• [Assignment]: The answer must consist of every line below that contains the word "channels".

-*-*-

def _jsonable_row(row: dict) -> dict:
    out = {}
    for k, v in row.items():
        if isinstance(v, np.generic):
            v = v.item()
        if isinstance(v, float) and not math.isfinite(v):
            v = None
        out[k] = v
    return out


# --------------------------------------------------------------------------------------------
# Segments and time along the lap
# --------------------------------------------------------------------------------------------


def time_at(result, distance_m: float | np.ndarray) -> float | np.ndarray:
    """Elapsed time at a distance along the lap, linear between steps.

    Parameters
    ----------
    result : LapResult
        A lap from :func:`lapbalance.lap.simulate_lap`.
    distance_m : float or array
        Distance from the start line, between 0 and the lap length. [m]

    Returns
    -------
    float or array
        Elapsed time at ``distance_m``; the lap length maps to the lap time. [s]
    """
    d = np.asarray(result.channels["distance_m"], float)
    t = np.asarray(result.channels["time_s"], float)
    L = float(result.track.length_m)
    if d[-1] < L:  # closed lap: the end of the last step is the start line, one lap later
        d = np.append(d, L)
        t = np.append(t, result.lap_time_s)
    out = np.interp(distance_m, d, t)
    return float(out) if np.ndim(out) == 0 else out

-*-*-

• [Task response]:
    d = np.asarray(result.channels["distance_m"], float)
    t = np.asarray(result.channels["time_s"], float)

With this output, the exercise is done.